Stored data entries:
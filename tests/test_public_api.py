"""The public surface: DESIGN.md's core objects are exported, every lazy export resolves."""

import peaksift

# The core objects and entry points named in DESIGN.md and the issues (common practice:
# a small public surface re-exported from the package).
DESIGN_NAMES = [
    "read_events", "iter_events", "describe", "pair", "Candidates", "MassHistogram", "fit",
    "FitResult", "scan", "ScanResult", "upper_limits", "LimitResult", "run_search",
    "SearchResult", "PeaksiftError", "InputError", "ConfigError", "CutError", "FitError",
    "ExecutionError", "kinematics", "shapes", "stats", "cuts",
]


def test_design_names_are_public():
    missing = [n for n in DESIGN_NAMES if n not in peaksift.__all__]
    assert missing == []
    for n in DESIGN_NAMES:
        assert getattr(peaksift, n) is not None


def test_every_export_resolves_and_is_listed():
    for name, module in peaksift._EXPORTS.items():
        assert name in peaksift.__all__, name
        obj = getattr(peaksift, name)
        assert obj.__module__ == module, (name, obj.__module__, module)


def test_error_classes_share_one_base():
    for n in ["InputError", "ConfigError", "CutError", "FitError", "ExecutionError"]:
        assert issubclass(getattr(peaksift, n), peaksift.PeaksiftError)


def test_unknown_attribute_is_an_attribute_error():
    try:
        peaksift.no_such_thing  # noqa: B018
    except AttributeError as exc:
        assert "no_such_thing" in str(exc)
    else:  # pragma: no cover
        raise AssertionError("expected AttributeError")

---

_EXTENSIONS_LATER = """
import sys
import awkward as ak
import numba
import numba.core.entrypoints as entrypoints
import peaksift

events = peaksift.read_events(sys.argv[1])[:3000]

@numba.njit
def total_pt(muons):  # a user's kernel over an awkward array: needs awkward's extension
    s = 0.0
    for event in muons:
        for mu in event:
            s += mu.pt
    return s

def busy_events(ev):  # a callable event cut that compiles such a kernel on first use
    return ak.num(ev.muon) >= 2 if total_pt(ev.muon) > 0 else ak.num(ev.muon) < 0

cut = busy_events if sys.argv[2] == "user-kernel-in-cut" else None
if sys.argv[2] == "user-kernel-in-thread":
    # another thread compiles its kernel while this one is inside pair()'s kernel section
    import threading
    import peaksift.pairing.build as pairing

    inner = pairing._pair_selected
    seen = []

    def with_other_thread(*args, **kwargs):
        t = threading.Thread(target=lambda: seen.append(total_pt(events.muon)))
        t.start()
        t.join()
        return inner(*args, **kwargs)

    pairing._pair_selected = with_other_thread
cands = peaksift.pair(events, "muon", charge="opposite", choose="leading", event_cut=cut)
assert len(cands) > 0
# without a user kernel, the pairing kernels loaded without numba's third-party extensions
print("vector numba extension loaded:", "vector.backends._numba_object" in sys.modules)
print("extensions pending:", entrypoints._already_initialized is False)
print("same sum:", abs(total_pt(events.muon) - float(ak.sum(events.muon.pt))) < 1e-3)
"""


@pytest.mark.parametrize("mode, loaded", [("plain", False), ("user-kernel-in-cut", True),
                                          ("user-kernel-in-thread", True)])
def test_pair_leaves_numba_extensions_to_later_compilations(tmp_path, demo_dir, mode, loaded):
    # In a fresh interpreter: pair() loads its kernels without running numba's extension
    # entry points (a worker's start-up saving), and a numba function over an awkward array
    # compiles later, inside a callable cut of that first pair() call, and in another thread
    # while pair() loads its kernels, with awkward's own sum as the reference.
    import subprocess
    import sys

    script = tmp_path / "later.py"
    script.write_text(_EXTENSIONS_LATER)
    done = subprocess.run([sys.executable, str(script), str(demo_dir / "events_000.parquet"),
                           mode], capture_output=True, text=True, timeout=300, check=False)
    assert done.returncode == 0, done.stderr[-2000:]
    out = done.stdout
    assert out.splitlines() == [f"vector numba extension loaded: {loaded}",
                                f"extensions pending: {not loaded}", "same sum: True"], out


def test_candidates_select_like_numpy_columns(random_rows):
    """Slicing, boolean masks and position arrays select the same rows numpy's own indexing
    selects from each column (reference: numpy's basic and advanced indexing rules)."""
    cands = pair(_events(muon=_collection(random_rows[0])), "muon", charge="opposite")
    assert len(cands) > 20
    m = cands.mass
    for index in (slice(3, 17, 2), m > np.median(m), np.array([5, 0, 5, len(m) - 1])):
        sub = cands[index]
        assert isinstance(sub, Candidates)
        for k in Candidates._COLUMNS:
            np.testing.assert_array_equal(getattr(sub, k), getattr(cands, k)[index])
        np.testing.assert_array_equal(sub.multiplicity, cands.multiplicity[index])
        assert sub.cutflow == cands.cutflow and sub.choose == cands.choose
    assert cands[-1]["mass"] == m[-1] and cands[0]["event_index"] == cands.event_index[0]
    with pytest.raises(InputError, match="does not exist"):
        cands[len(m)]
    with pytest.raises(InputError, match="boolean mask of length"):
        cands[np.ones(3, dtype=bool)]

### [YOUR TASK]
From the records above, reproduce exactly the lines from the one with "# while pair()" to the one with "assert done.returncode == 0, done.stderr[-2000:]", both included, and no others.

### [WRITTEN RESPONSE]
    # while pair() loads its kernels, with awkward's own sum as the reference.
    import subprocess
    import sys

    script = tmp_path / "later.py"
    script.write_text(_EXTENSIONS_LATER)
    done = subprocess.run([sys.executable, str(script), str(demo_dir / "events_000.parquet"),
                           mode], capture_output=True, text=True, timeout=300, check=False)
    assert done.returncode == 0, done.stderr[-2000:]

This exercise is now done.